4.3 Append-only NDJSON logging

# append_log.py
from __future__ import annotations

import json
from datetime import datetime, timezone, timedelta
from pathlib import Path
from typing import Any, Dict

JST = timezone(timedelta(hours=9))

def now_iso() -> str:
    return datetime.now(JST).isoformat()

def append_ndjson(path: Path, event: Dict[str, Any]) -> None:
    line = json.dumps(event, ensure_ascii=False, sort_keys=True, separators=(",", ":"))
    path.parent.mkdir(parents=True, exist_ok=True)
    with path.open("a", encoding="utf-8") as f:
        f.write(line + "\n")

4.4 Stage driver (minimal)

# rollout_driver.py
from __future__ import annotations

import json
from pathlib import Path
from typing import Any, Dict

from digest import input_digest
from gate_eval import evaluate
from append_log import append_ndjson, now_iso

def load_json(path: Path) -> Dict[str, Any]:
    with path.open("r", encoding="utf-8") as f:
        return json.load(f)

def main() -> int:
    policy = load_json(Path("policy.json"))
    log_path = Path("logs/decision.ndjson")

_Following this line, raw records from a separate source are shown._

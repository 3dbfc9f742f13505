"""Synthetic calorimeter runs with a known answer (invented data, for tests and the simulator).

The vessel follows Newton's law, dT/dt = k(T∞ − T) + P(t)/C, with T∞ = T_jacket + u/k (u: stirring
and other steady heat, in K/s). Heat releases are first-order reactions (rate ΔT/τ·e^(−(t−t₀)/τ)) or
heaters (constant rate for a set time). The probe lags the vessel by a first-order time constant,
and readings get Gaussian noise and are rounded to the ADC resolution.

The surroundings may drift: T_jacket(t) = jacket_C + β·t + A·sin(2πt/P + φ) (a room warming or
cooling, with a slow heating/air-conditioning swing). The vessel exchanges heat with that true
temperature; a second probe, logged as the channel ``env_C`` when ``log_env`` is set, reads it
through its own first-order lag, with its own noise and rounding.

The state [T, T_probe, R₁…R_m, t, cos, sin, T_env probe, 1] evolves linearly, so it is stepped
exactly with matrix exponentials between sample times and release switch points (no ODE solver
error). The true adiabatic rise of each release is the ΔT it was given. Pure and seeded: no I/O.
"""

from __future__ import annotations

from dataclasses import dataclass, field

import numpy as np
from scipy.linalg import expm

from heatlog.thermogram import Thermogram


@dataclass(frozen=True)
class Release:
    """One heat release: a first-order reaction (``tau_s`` its time constant) or a heater.

    For ``kind="heater"`` the release runs at a constant rate for ``tau_s`` seconds. ``delta_t_K``
    is the adiabatic temperature change it causes (negative for endothermic).
    """

    start_s: float
    delta_t_K: float
    tau_s: float = 20.0
    kind: str = "reaction"


@dataclass(frozen=True)
class SyntheticTruth:
    """What the generator put in: the true adiabatic change and start of every release."""

    delta_t_K: tuple[float, ...]
    event_start_s: tuple[float, ...]
    k_per_s: float
    t_inf_C: float
    probe_lag_s: float
    noise_K: float
    resolution_K: float
    dt_s: float
    releases: tuple[Release, ...] = field(default_factory=tuple)


@dataclass(frozen=True)
class SyntheticRun:
    thermogram: Thermogram
    truth: SyntheticTruth


def synthetic_run(
    *,
    releases: tuple[Release, ...] = (Release(600.0, 5.0, 20.0),),
    duration_s: float = 2400.0,
    dt_s: float = 1.0,
    k_per_s: float = 3e-4,
    jacket_C: float = 22.0,
    stirring_K_per_s: float = 0.0,
    start_C: float = 20.0,
    probe_lag_s: float = 0.0,
    noise_K: float = 0.0,
    resolution_K: float = 0.0,
    seed: int = 0,
    room_drift_K_per_s: float = 0.0,
    room_swing_K: float = 0.0,
    room_period_s: float = 3600.0,
    room_phase: float = 0.0,
    log_env: bool = False,
    env_lag_s: float = 0.0,
    env_noise_K: float = 0.0,
    env_resolution_K: float = 0.0,
) -> SyntheticRun:
    """One invented run sampled every ``dt_s`` from 0 to ``duration_s``; see the module docstring.

    ``room_*`` make the surroundings drift (β, A, P, φ above); ``log_env`` adds the channel
    ``env_C``: the surroundings read by a probe with lag ``env_lag_s``, noise ``env_noise_K`` and
    step ``env_resolution_K``.
    """
    t_inf = jacket_C + (stirring_K_per_s / k_per_s if k_per_s > 0 else 0.0)
    lagged = probe_lag_s > 1e-6  # a shorter lag is no lag at any sampling rate used here
    env_lagged = env_lag_s > 1e-6
    moving = room_drift_K_per_s != 0.0 or room_swing_K != 0.0
    m = len(releases)
    size = 7 + m  # T, Tp, R_1..R_m, t, cos, sin, E, 1
    clock, cos_i, sin_i, env_i, one = 2 + m, 3 + m, 4 + m, 5 + m, 6 + m
    omega = 2 * np.pi / room_period_s

    def matrix(heater_rate: float) -> np.ndarray:
        a = np.zeros((size + 0, size + 0))
        a[0, 0] = -k_per_s
        a[0, one] = k_per_s * t_inf + heater_rate
        a[0, clock] = k_per_s * room_drift_K_per_s
        a[0, sin_i] = k_per_s * room_swing_K
        for j, rel in enumerate(releases):
            if rel.kind == "reaction":
                a[0, 2 + j] = 1.0 / rel.tau_s
                a[2 + j, 2 + j] = -1.0 / rel.tau_s
        if lagged:
            a[1, 0] = 1.0 / probe_lag_s
            a[1, 1] = -1.0 / probe_lag_s
        a[clock, one] = 1.0
        a[cos_i, sin_i] = -omega
        a[sin_i, cos_i] = omega
        if env_lagged:  # the surroundings probe: dE/dt = (T_jacket(t) − E)/τ_e
            a[env_i, env_i] = -1.0 / env_lag_s
            a[env_i, one] = jacket_C / env_lag_s
            a[env_i, clock] = room_drift_K_per_s / env_lag_s
            a[env_i, sin_i] = room_swing_K / env_lag_s
        return a

    def jacket(state: np.ndarray) -> float:
        return float(jacket_C + room_drift_K_per_s * state[clock] + room_swing_K * state[sin_i])

    times = np.arange(0.0, duration_s + 0.5 * dt_s, dt_s)
    switches: list[tuple[float, int, float]] = []  # (time, release index, action)
    for j, rel in enumerate(releases):
        switches.append((rel.start_s, j, 1.0))
        if rel.kind == "heater":
            switches.append((rel.start_s + rel.tau_s, j, -1.0))
    switches.sort()

    x = np.zeros(size)
    x[0] = start_C
    lag_gain = 1.0 / (1.0 - k_per_s * probe_lag_s)  # settled probe on an exponential drift
    x[1] = t_inf + (start_C - t_inf) * lag_gain if lagged else start_C
    x[one] = 1.0
    x[cos_i], x[sin_i] = np.cos(room_phase), np.sin(room_phase)
    heater = 0.0
    cache: dict[tuple[float, float], np.ndarray] = {}
    preroll = 10.0 * max(probe_lag_s, env_lag_s) if (moving or log_env) else 0.0
    if preroll > 0:
        # let both probes settle on the drifting curves before the log starts at t = 0
        x[clock] = -preroll
        x[cos_i], x[sin_i] = (
            np.cos(room_phase - omega * preroll),
            np.sin(room_phase - omega * preroll),
        )
        x[1] = x[0]
        x[env_i] = jacket(x)
        x = expm(matrix(0.0) * preroll) @ x
    x[env_i] = x[env_i] if env_lagged else jacket(x)

    def advance(state: np.ndarray, h: float) -> np.ndarray:
        if h <= 0:
            return state
        key = (heater, round(h, 9))
        step = cache.get(key)
        if step is None:
            step = expm(matrix(heater) * h)
            cache[key] = step
        return step @ state

    out = np.empty(times.size)
    env = np.empty(times.size)
    now = 0.0
    si = 0
    for i, t in enumerate(times):
        while si < len(switches) and switches[si][0] <= t:
            ts, j, action = switches[si]
            x = advance(x, ts - now)
            now = ts
            rel = releases[j]
            if rel.kind == "reaction":
                x[2 + j] += rel.delta_t_K
            else:
                heater += action * rel.delta_t_K / rel.tau_s
            si += 1
        x = advance(x, t - now)
        now = t
        out[i] = x[1] if lagged else x[0]
        env[i] = x[env_i] if env_lagged else jacket(x)

    rng = np.random.default_rng(seed)
    if noise_K > 0:
        out = out + rng.normal(0.0, noise_K, out.size)
    if resolution_K > 0:
        out = np.round(out / resolution_K) * resolution_K
    channels = {}
    if log_env:
        if env_noise_K > 0:
            env = env + np.random.default_rng(seed + 7919).normal(0.0, env_noise_K, env.size)
        if env_resolution_K > 0:
            env = np.round(env / env_resolution_K) * env_resolution_K
        channels["env_C"] = env
    truth = SyntheticTruth(
        delta_t_K=tuple(r.delta_t_K for r in releases),
        event_start_s=tuple(r.start_s for r in releases),
        k_per_s=k_per_s,
        t_inf_C=t_inf,
        probe_lag_s=probe_lag_s,
        noise_K=noise_K,
        resolution_K=resolution_K,
        dt_s=dt_s,
        releases=tuple(releases),
    )
    meta = {"source": "synthetic run (invented data)", "seed": seed}
    return SyntheticRun(Thermogram(times, out, channels=channels, metadata=meta), truth)


def random_run(seed: int) -> SyntheticRun:
    """A run drawn from the ranges the reduction is specified for (invented data).

    k log-uniform 2e-5…1e-3 1/s; reaction τ log-uniform 3…150 s; |ΔT| log-uniform 1…14 K with a
    random sign; noise uniform 0…0.03 K; probe lag uniform 0…8 s; sampling log-uniform 0.5…5 s;
    resolution 0, 0.5 or 1 mK; fore-period 5…10 min; after-period 10·max(τ, lag) + 10…15 min,
    so the release and the lag have died out well before the end of the log.
    """
    rng = np.random.default_rng(seed)

    def logu(lo: float, hi: float) -> float:
        return float(np.exp(rng.uniform(np.log(lo), np.log(hi))))

    k = logu(2e-5, 1e-3)
    tau = logu(3.0, 150.0)
    dtk = logu(1.0, 14.0) * (1.0 if rng.random() < 0.5 else -1.0)
    noise = float(rng.uniform(0.0, 0.03))
    lag = float(rng.uniform(0.0, 8.0))
    dt = logu(0.5, 5.0)
    res = float(rng.choice([0.0, 0.0005, 0.001]))
    fore = float(rng.uniform(300.0, 600.0))
    after = 10.0 * max(tau, lag) + float(rng.uniform(600.0, 900.0))
    start = float(rng.uniform(18.0, 25.0))
    jacket = start + float(rng.uniform(-3.0, 3.0))
    return synthetic_run(
        releases=(Release(fore, dtk, tau),),
        duration_s=fore + after,
        dt_s=dt,
        k_per_s=k,
        jacket_C=jacket,
        stirring_K_per_s=float(rng.uniform(0.0, 2e-4)) * k / 1e-3,
        start_C=start,
        probe_lag_s=lag,
        noise_K=noise,
        resolution_K=res,
        seed=seed,
    )


#: Ranges of the invented "cup on a bench in an ordinary room" runs (``room_run``).
ROOM_MAX_DRIFT_K_PER_H = 1.5


def room_run(
    seed: int, *, fore_s: tuple[float, float] = (120.0, 240.0), log_env: bool = True
) -> SyntheticRun:
    """A cup run on a bench in an ordinary room (invented data; ranges chosen by us).

    The room warms or cools at up to ±1.5 K/h in total: a steady rate β uniform in ±1.5 K/h
    plus a slow swing (period 30…120 min) whose rate adds at most what is left of the 1.5 K/h.
    It is logged as ``env_C`` by a second probe (lag uniform 5…120 s, noise 0…0.03 K, step 0 or
    0.01 K) when ``log_env`` is set. The cup: k log-uniform 1e-4…1.5e-3 1/s; the reaction a
    first-order release with τ log-uniform 5…150 s (it lasts up to about ten minutes);
    |ΔT| log-uniform 1…10 K with a random sign; noise uniform 0…0.02 K; probe lag 0…8 s;
    sampling log-uniform 0.5…5 s; resolution 0, 0.5 or 1 mK; the cup starts within ±2 K of the
    room; fore-period uniform in ``fore_s`` (default two to four minutes); after-period
    5τ + 5…10 min.
    """
    rng = np.random.default_rng(10_000_019 + seed)

    def logu(lo: float, hi: float) -> float:
        return float(np.exp(rng.uniform(np.log(lo), np.log(hi))))

    k = logu(1e-4, 1.5e-3)
    tau = logu(5.0, 150.0)
    dtk = logu(1.0, 10.0) * (1.0 if rng.random() < 0.5 else -1.0)
    max_rate = ROOM_MAX_DRIFT_K_PER_H / 3600.0
    beta = float(rng.uniform(-max_rate, max_rate))
    period = float(rng.uniform(1800.0, 7200.0))
    omega = 2 * np.pi / period
    swing = float(rng.uniform(0.0, 1.0)) * (max_rate - abs(beta)) / omega
    fore = float(rng.uniform(*fore_s))
    after = 5.0 * tau + float(rng.uniform(300.0, 600.0))
    room = float(rng.uniform(18.0, 26.0))
    return synthetic_run(
        releases=(Release(fore, dtk, tau),),
        duration_s=fore + after,
        dt_s=logu(0.5, 5.0),
        k_per_s=k,
        jacket_C=room,
        stirring_K_per_s=float(rng.uniform(0.0, 2e-4)) * k / 1e-3,
        start_C=room + float(rng.uniform(-2.0, 2.0)),
        probe_lag_s=float(rng.uniform(0.0, 8.0)),
        noise_K=float(rng.uniform(0.0, 0.02)),
        resolution_K=float(rng.choice([0.0, 0.0005, 0.001])),
        seed=seed,
        room_drift_K_per_s=beta,
        room_swing_K=swing,
        room_period_s=period,
        room_phase=float(rng.uniform(0.0, 2 * np.pi)),
        log_env=log_env,
        env_lag_s=float(rng.uniform(5.0, 120.0)),
        env_noise_K=float(rng.uniform(0.0, 0.03)),
        env_resolution_K=float(rng.choice([0.0, 0.01])),
    )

    experiment_id = "exp-42"
    variant_id = "B"

    stages = ["DRY_RUN", "SHADOW", "CANARY_10", "CANARY_25", "CANARY_50", "ROLLOUT_100"]

    prev_stage = None
    for stage in stages:
        # In production: fetch metrics snapshot from Prometheus/Cloud Monitoring/warehouse.
        metrics = load_json(Path(f"snapshots/{stage}.json"))

        inp = {
            "experiment_id": experiment_id,
            "variant_id": variant_id,
            "stage": stage,
            "policy_id": policy["policy_id"],
            "policy_version": policy["policy_version"],
            "metrics_snapshot": metrics,
        }
        d = evaluate(policy, metrics)

        run_id = f"{experiment_id}:{variant_id}:{policy['policy_version']}"
        event_id = f"{run_id}:{stage}"

        event = {
            "ts": now_iso(),
            "run_id": run_id,
            "event_id": event_id,
            "experiment_id": experiment_id,
            "variant_id": variant_id,
            "policy_id": policy["policy_id"],
            "policy_version": policy["policy_version"],
            "stage": stage,
            "state_transition": {"from": prev_stage, "to": stage},
            "input_digest": input_digest(inp),
            "metrics_snapshot": metrics,
            "decision": {"verdict": d.verdict, "reason_codes": list(d.reason_codes), "missing": list(d.missing)},
            "evidence_refs": {"dashboard_id": "dash-foo", "alert_policy_id": "alert-slo-foo", "change_id": "CHG-123"},
        }
        append_ndjson(log_path, event)

        if d.verdict == "REJECT":
            print(f"[STOP] stage={stage} reasons={d.reason_codes}")
            return 1

        if d.verdict == "DEGRADE":
            print(f"[HOLD] stage={stage} missing={d.missing}")
            return 2

        prev_stage = stage
        print(f"[OK] stage={stage}")

    return 0

if __name__ == "__main__":
    raise SystemExit(main())

4.5 Replay (“what happened?” becomes queryable)

# replay.py
from __future__ import annotations

import json
from pathlib import Path
from typing import Any, Dict, Iterable, List

def read_ndjson(path: Path) -> Iterable[Dict[str, Any]]:
    with path.open("r", encoding="utf-8") as f:
        for line in f:
            line = line.strip()
            if line:
                yield json.loads(line)

def main() -> int:
    path = Path("logs/decision.ndjson")
    events = list(read_ndjson(path))

    rejects = [e for e in events if e.get("decision", {}).get("verdict") == "REJECT"]
    for e in rejects:
        print(json.dumps({
            "ts": e.get("ts"),
            "run_id": e.get("run_id"),
            "event_id": e.get("event_id"),
            "stage": e.get("stage"),
            "reason_codes": e.get("decision", {}).get("reason_codes", []),
            "policy_version": e.get("policy_version"),
        }, ensure_ascii=False))
    return 0

if __name__ == "__main__":
    raise SystemExit(main())

Now postmortems are replayable.

4.6 The missing link from PoC to production (the real constraints)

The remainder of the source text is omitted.